Blue.dog where did you get your tubs


Blue.dog said:


> I like my cages, which are bigger than what you might buy from a garden type store or Lowe's. They are made from steel mesh used in reinforcing concrete.
> B.D


----------



## Sonnysmarine (Mar 18, 2007)

Sonnysmarine said:


> These are Nice cages big, Galvanized , heavy duty and fold for storage. My Ex neighbor makes them. I'm going to order for this year.


Dugh I forgot the link.

http://www.tomatocage.com/index.html


----------



## wet dreams (May 21, 2004)

Blue.dog said:


> I like my cages, which are bigger than what you might buy from a garden type store or Lowe's. They are made from steel mesh used in reinforcing concrete.
> B.D


I've been useing the same for 10 yrs, the first roll was about 35$ I think its up to 75$ per roll today, I've got about 50-60 cages...WW


----------



## Red3Fish (Jun 4, 2004)

*Years ago,....*

my grandma, made circles out of reinforcing mesh, about 4' diameter, and planted a bunch of self propagating small tomatoes in them..different kinds, randomly in each circle. She had more tomatoes than she could use or give away. She had so many, a lot were left on the vines to fall to the ground....next years crop. The small tomatoes would produce all summer, and come back each year for about 3 years.
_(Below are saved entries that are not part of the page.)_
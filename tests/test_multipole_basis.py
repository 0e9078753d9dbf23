"""VSWFs, translation coefficients and lattice sums of the multipole model (docs/theory.md §9)."""

import math

import numpy as np
import pytest
import scipy.special as sps
from autograd import grad

from chiropt.lattice import Lattice, lattice_green_derivatives, splitting_parameter
from chiropt.multipole.latticesums import lattice_sums
from chiropt.multipole.translation import (
    scalar_addition,
    scalar_waves_at,
    translation_matrix,
    wigner3j,
)
from chiropt.sphericalwaves import (
    emission_vectors,
    lm_index,
    mode_table,
    planewave_coefficients,
    spherical_harmonics,
    vswf_at_points,
)

RNG = np.random.default_rng(7)


def _units(n):
    v = RNG.normal(size=(n, 3))
    return v / np.linalg.norm(v, axis=1)[:, None]


def test_spherical_harmonics_match_scipy():
    # scipy.special.sph_harm_y (reference library): Condon-Shortley, orthonormal
    u = _units(6)
    th, ph = np.arccos(u[:, 2]), np.arctan2(u[:, 1], u[:, 0])
    Y = np.asarray(spherical_harmonics(u, 8))
    for l in range(9):
        for m in range(-l, l + 1):
            np.testing.assert_allclose(Y[:, lm_index(l, m)], sps.sph_harm_y(l, m, th, ph),
                                       atol=1e-13)


def test_wigner3j_known_values():
    # Edmonds (1957) Table 2 closed forms: (1 1 0; 0 0 0) = -1/sqrt(3),
    # (1 1 2; 0 0 0) = sqrt(2/15), (2 2 2; 0 0 0) = -sqrt(2/35)
    assert wigner3j(1, 1, 0, 0, 0, 0) == pytest.approx(-1 / math.sqrt(3), abs=1e-15)
    assert wigner3j(1, 1, 2, 0, 0, 0) == pytest.approx(math.sqrt(2 / 15), abs=1e-15)
    assert wigner3j(2, 2, 2, 0, 0, 0) == pytest.approx(-math.sqrt(2 / 35), abs=1e-15)


@pytest.mark.parametrize("kind", ["outgoing", "regular"])
def test_curl_relations(kind):
    # Definition (sphericalwaves module docstring; Jackson 1999 §9.7): curl M = k N, curl N = k M,
    # checked by central finite differences (common practice, no source)
    k, h = 1.3e7, 1e-13
    p = RNG.normal(size=3) * 2e-7
    F = lambda x: vswf_at_points(x[None], k, 3, kind)[0]  # noqa: E731
    d = [(F(p + h * e) - F(p - h * e)) / (2 * h) for e in np.eye(3)]
    curl = np.stack([d[1][:, 2] - d[2][:, 1], d[2][:, 0] - d[0][:, 2],
                     d[0][:, 1] - d[1][:, 0]], axis=-1) / k
    Fv = F(p)
    scale = np.abs(Fv).max()
    assert np.abs(curl[1::2] - Fv[0::2]).max() < 1e-7 * scale   # curl M / k = N
    assert np.abs(curl[0::2] - Fv[1::2]).max() < 1e-7 * scale   # curl N / k = M


def test_planewave_expansion_pointwise():
    # Plane-wave expansion in regular VSWFs (Tsang, Kong & Ding 2000, ch. 1),
    # summed to l = 14 near the origin, against the plane wave itself
    k = 1.0
    kh = np.array([0.3, -0.5, 0.7])
    kh /= np.linalg.norm(kh)
    E0 = np.cross(kh, [0.2, 1.0, -0.4]) + 1j * np.cross(kh, [1.0, 0.1, 0.3])
    pts = RNG.normal(size=(5, 3)) * 0.7
    e = np.asarray(planewave_coefficients(kh, E0, 14))
    field = np.einsum("u,pud->pd", e, vswf_at_points(pts, k, 14, "regular"))
    np.testing.assert_allclose(field, E0[None] * np.exp(1j * k * pts @ kh)[:, None],
                               atol=1e-12)


def test_scalar_addition_theorem_pointwise():
    # Scalar addition theorem (Martin, Multiple Scattering 2006, §3.13) summed to nu = 14
    k, b = 1.0, np.array([2.1, -1.3, 0.8])
    pts = RNG.normal(size=(5, 3)) * 0.1
    waves = scalar_waves_at(b[None], k, 30)[0]

    def psi(l, m, x, outgoing):
        r = np.linalg.norm(x, axis=-1)
        Y = np.asarray(spherical_harmonics(x / r[:, None], l))[:, lm_index(l, m)]
        return (sps.spherical_jn(l, k * r) + (1j * sps.spherical_yn(l, k * r) if outgoing
                                              else 0)) * Y

    for l, m in ((1, 0), (2, -1), (3, 2)):
        total = 0
        for nu in range(15):
            for mu in range(-nu, nu + 1):
                s = sum(c * waves[lm_index(q, m - mu)]
                        for q, c in scalar_addition(l, m, nu, mu).items())
                total = total + s * psi(nu, mu, pts, False)
        np.testing.assert_allclose(total, psi(l, m, pts + b, True), atol=1e-11)


def test_vector_translation_pointwise():
    # Vector addition theorem (Stein 1961; Cruzan 1962): outgoing waves of l <= 3 about
    # r_j re-expanded in regular waves (to l = 9) about r_i, evaluated at points near r_i
    k, lmax, big = 1.0, 3, 9
    b = np.array([2.1, -1.3, 0.8])
    pts = RNG.normal(size=(5, 3)) * 0.05
    A = translation_matrix(b[None], k, big)[0]
    n = 2 * lmax * (lmax + 2)
    approx = np.einsum("au,pad->pud", A[:, :n], vswf_at_points(pts, k, big, "regular"))
    exact = vswf_at_points(pts + b, k, lmax, "outgoing")
    assert np.abs(approx - exact).max() < 1e-8 * np.abs(exact).max()


# ------------------------------------------------------------------ lattice sums

LAT = Lattice.square(500e-9)
HEXL = Lattice.hexagonal(430e-9)
K = 2 * np.pi / np.array([700e-9, 900e-9])
KPAR = np.array([[0.2, 0.1], [0.0, 0.3]]) * K[:, None]
DISP = np.array([[0.0, 0.0, 0.0], [120e-9, -80e-9, 0.0], [130e-9, 40e-9, 25e-9]])
PMAX = 8
PS = np.array([p for p in range(PMAX + 1) for _ in range(-p, p + 1)])


@pytest.mark.parametrize("lattice", [LAT, HEXL])
@pytest.mark.parametrize("factor", [0.6, 1.7])
def test_lattice_sums_splitting_independence(lattice, factor):
    # docs/theory.md §6: Ewald sums must not depend on the splitting parameter (1e-10);
    # checked at every (p, M) with p <= 8 (lmax = 4), in-plane and off-plane displacements
    D = lattice_sums(K, KPAR, lattice, DISP, PMAX, tol=1e-12)
    E0 = splitting_parameter(K, lattice)
    D2 = lattice_sums(K, KPAR, lattice, DISP, PMAX, tol=1e-12, splitting=factor * E0[0])
    for p in range(PMAX + 1):
        sel = PS == p
        assert np.abs(D2 - D)[..., sel].max() < 1e-10 * np.abs(D)[..., sel].max()


def test_lattice_sums_match_dipole_green_derivatives():
    # docs/theory.md §6, §7 / chiropt.lattice (the dipole model's Ewald sums): D_00, D_1M, D_2M
    # are the multipole content of G_reg, grad G, grad grad G (Hobson's theorem)
    D = lattice_sums(K, KPAR, LAT, DISP, 2, tol=1e-12)
    G, gr, H = lattice_green_derivatives(K, KPAR, LAT, DISP, tol=1e-12)
    k = K[:, None]
    np.testing.assert_allclose(1j * k * D[..., 0] / np.sqrt(4 * np.pi), G, rtol=1e-11)
    eps = {-1: np.array([1, -1j, 0]) / np.sqrt(2), 0: np.array([0, 0, 1.0]),
           1: -np.array([1, 1j, 0]) / np.sqrt(2)}
    for M in (-1, 0, 1):
        lhs = np.sqrt(3 / (4 * np.pi)) * gr @ eps[M]
        assert np.abs(lhs + 1j * k ** 2 * D[..., 2 + M] / (4 * np.pi)).max() \
            < 1e-11 * np.abs(gr).max()
    u = _units(9)
    Y2 = np.asarray(spherical_harmonics(u, 2))[:, 4:9]
    # least-squares quadratic forms Q_M with Y_2M(u) = u.Q_M.u (exact: 6 unknowns, 9 points)
    basis = np.stack([u[:, 0] ** 2, u[:, 1] ** 2, u[:, 2] ** 2, 2 * u[:, 0] * u[:, 1],
                      2 * u[:, 0] * u[:, 2], 2 * u[:, 1] * u[:, 2]], axis=1)
    for M in range(-2, 3):
        c = np.linalg.lstsq(basis, Y2[:, M + 2], rcond=None)[0]
        Q = np.array([[c[0], c[3], c[4]], [c[3], c[1], c[5]], [c[4], c[5], c[2]]])
        lhs = np.einsum("ab,wpab->wp", Q, H)
        assert np.abs(lhs - 1j * k ** 3 * D[..., 6 + M] / (4 * np.pi)).max() \
            < 1e-11 * np.abs(H).max()


def test_lattice_sums_reciprocity_symmetry():
    # Reciprocity of the lattice sums (R -> -R in the definition; Linton 2010 §2):
    # D_pM(d, k_par) = (-1)^p D_pM(-d, -k_par)
    D = lattice_sums(K, KPAR, HEXL, DISP, PMAX, tol=1e-12)
    Dm = lattice_sums(K, -KPAR, HEXL, -DISP, PMAX, tol=1e-12)
    assert np.abs(D - (-1.0) ** PS * Dm).max() < 1e-10 * np.abs(D).max()


def test_lattice_sums_off_plane_equal_weyl_series():
    # Weyl (plane-wave) series of the lattice of outgoing waves (sphericalwaves module docstring;
    # docs/theory.md §6 spectral form), exponentially convergent off the plane:
    # D_pM(d) = (2 pi (-i)^p/(A k)) sum_g exp(i k_g.d) Y_pM(k_g/k)/kz_g for d_z > 0
    from chiropt.lattice import order_indices, order_wavevectors

    d = np.array([[60e-9, -35e-9, 260e-9]])
    D = lattice_sums(K, KPAR, LAT, d, 6, tol=1e-12)
    mn = order_indices(LAT, 40 * 2 * np.pi / 500e-9)
    q = order_wavevectors(LAT, KPAR, mn)
    kz = np.sqrt(K[:, None] ** 2 - np.sum(q ** 2, -1) + 0j)
    kvec = np.concatenate([q, kz[..., None]], axis=-1) / K[:, None, None]
    Y = np.asarray(spherical_harmonics(kvec, 6))
    ph = np.exp(1j * np.einsum("wgc,c->wg", kvec * K[:, None, None], d[0]))
    ps = np.array([p for p in range(7) for _ in range(-p, p + 1)])
    weyl = (2 * np.pi * (-1j) ** ps / (LAT.area * K[:, None])) * np.einsum(
        "wg,wgj->wj", ph / kz, Y)
    assert np.abs(D[:, 0] - weyl).max() < 1e-10 * np.abs(weyl).max()


def test_emission_vectors_weyl_expansion_of_vswf_lattice():
    # sphericalwaves docstring: sum_R exp(i k_par.R) Psi_u(r - R) = (2 pi/(A k)) sum_g (-i)^l W_u
    # exp(i k_g.r)/kz; checked against a direct lattice sum of translated VSWFs
    # (translation tables + lattice sums with the regular waves at a point above the plane)
    from chiropt.lattice import order_indices, order_wavevectors
    from chiropt.multipole.translation import translation_table

    lmax, k = 2, K[:1]
    r0 = np.array([40e-9, 20e-9, 300e-9])
    D = lattice_sums(k, KPAR[:1], LAT, r0[None], 2 * lmax + 8, tol=1e-12)
    # field at r0 + small offset through the regular expansion about r0
    A = np.einsum("abj,j->ab", translation_table(lmax + 4)[:, :16],
                  D[0, 0, :(2 * lmax + 9) ** 2][:(2 * (lmax + 4) + 1) ** 2])
    off = np.array([[5e-9, -3e-9, 4e-9]])
    via_sums = np.einsum("au,pad->pud", A, vswf_at_points(off, k[0], lmax + 4, "regular"))
    mn = order_indices(LAT, 30 * 2 * np.pi / 500e-9)
    q = order_wavevectors(LAT, KPAR[:1], mn)[0]
    kz = np.sqrt(k[0] ** 2 - np.sum(q ** 2, -1) + 0j)
    kvec = np.concatenate([q, kz[:, None]], axis=-1)
    Wv = np.asarray(emission_vectors(kvec / k[0], lmax))           # (G, 2K, 3)
    ph = np.exp(1j * kvec @ (r0 + off[0]))
    weyl = (2 * np.pi / (LAT.area * k[0])) * np.einsum("g,gud->ud", ph / kz, Wv)
    assert np.abs(via_sums[0] - weyl).max() < 1e-7 * np.abs(weyl).max()


def test_lattice_sums_gradient_matches_finite_differences():
    # common practice, no source: autograd derivative w.r.t. the period against a central
    # finite difference, every (p, M) to p = 6
    def f(a, part):
        D = lattice_sums(K[:1], KPAR[:1], Lattice.square(a), DISP[1:3], 6, tol=1e-13)
        w = np.cos(np.arange(D.size)).reshape(D.shape)
        import autograd.numpy as anp
        return anp.sum(w * (anp.real(D) if part == 0 else anp.imag(D)))

    a0, h = 500e-9, 1e-12
    for part in (0, 1):
        g = grad(f)(a0, part)
        fd = (f(a0 + h, part) - f(a0 - h, part)) / (2 * h)
        assert abs(g - fd) < 1e-6 * abs(fd)


@pytest.mark.parametrize("name", ["k", "k_par", "a1", "a2", "d"])
def test_lattice_sums_jacobian_every_input_matches_finite_differences(name):
    # common practice, no source: the one-node primitive's forward-mode Jacobian (all
    # inputs at once) against central differences, input by input, on an oblique lattice,
    # two wavelengths, displacements in and off the plane and the excluded self term
    import autograd.numpy as anp
    from autograd import grad as agrad

    base = {"k": K.copy(), "k_par": KPAR.copy(), "a1": np.array([470e-9, 0.0]),
            "a2": np.array([130e-9, 520e-9]), "d": DISP.copy()}
    weights = np.cos(np.arange(2 * 3 * 49) * 0.7).reshape(2, 3, 49)

    def f(x, part):
        v = dict(base, **{name: x})
        D = lattice_sums(v["k"], v["k_par"], Lattice(v["a1"], v["a2"]), v["d"], 6,
                         tol=1e-13, splitting=4.0e6)
        return anp.sum(weights * (anp.real(D) if part == 0 else anp.imag(D)))

    x0 = base[name]
    scale = np.abs(x0).max()
    for part in (0, 1):
        g = agrad(f)(x0, part)
        assert g.shape == x0.shape
        fd = np.zeros_like(x0)
        h = 1e-6 * scale
        for idx in np.ndindex(x0.shape):
            if name == "d" and idx[0] == 0:
                continue   # the self term d = 0: no derivative (the image is excluded)
            e = np.zeros_like(x0)
            e[idx] = h
            fd[idx] = (f(x0 + e, part) - f(x0 - e, part)) / (2 * h)
        rows = slice(1, None) if name == "d" else slice(None)
        assert np.abs(g - fd)[rows].max() < 2e-6 * np.abs(fd)[rows].max()


def test_mode_table_order():
    # sphericalwaves docstring: l ascending, m = -l..l, electric (N) before magnetic (M)
    tau, ls, ms = mode_table(2)
    assert list(tau[:4]) == [0, 1, 0, 1] and list(ls[:6]) == [1] * 6
    assert list(ms[:6]) == [-1, -1, 0, 0, 1, 1] and len(tau) == 16


@pytest.mark.parametrize("complex_u", [False, True])
def test_spherical_harmonics_primitive_derivative_matches_finite_differences(complex_u):
    # central differences of the polynomial form (common practice, no source); complex
    # directions are those of evanescent waves
    import autograd.numpy as anp
    from autograd import grad

    rng = np.random.default_rng(3)
    u0 = rng.normal(size=(4, 3)) + (1j * rng.normal(size=(4, 3)) if complex_u else 0.0)
    w = rng.normal(size=(4, 16)) + 1j * rng.normal(size=(4, 16))
    du = rng.normal(size=(4, 3))

    def f(s):
        return anp.real(anp.sum(w * spherical_harmonics(u0 + s * du, 3)))

    h = 1e-6
    fd = (f(h) - f(-h)) / (2 * h)
    assert abs(grad(f)(0.0) - fd) < 1e-7 * max(1.0, abs(fd))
I know your not supposed to plant tomatoes in the same spot each year, but for a couple of years it didn't seem to bother them! The first year they came back was just a happy accident....but impressed me!!

Later
R3F


----------



## sharplazer (Feb 25, 2010)

only florida weave, its simply the best and also least expensive. For rebar look around, recylce all you can, use butchers string its the cheapest, and i promise if done right even a hurricane wont blow it down. Mine survived ike and rita doing this. its simply the best.
Also who evers pictures in the buckets, cut the bottoms out next time and plant on the ground, you will see a hige difference in production. I know buckets are great but they are better when they touch soil. Sharplazer.
ps, start feeding them blossom stop rot now to eliminate bottom rot later. your going to wash out all your calcium just watering them.


----------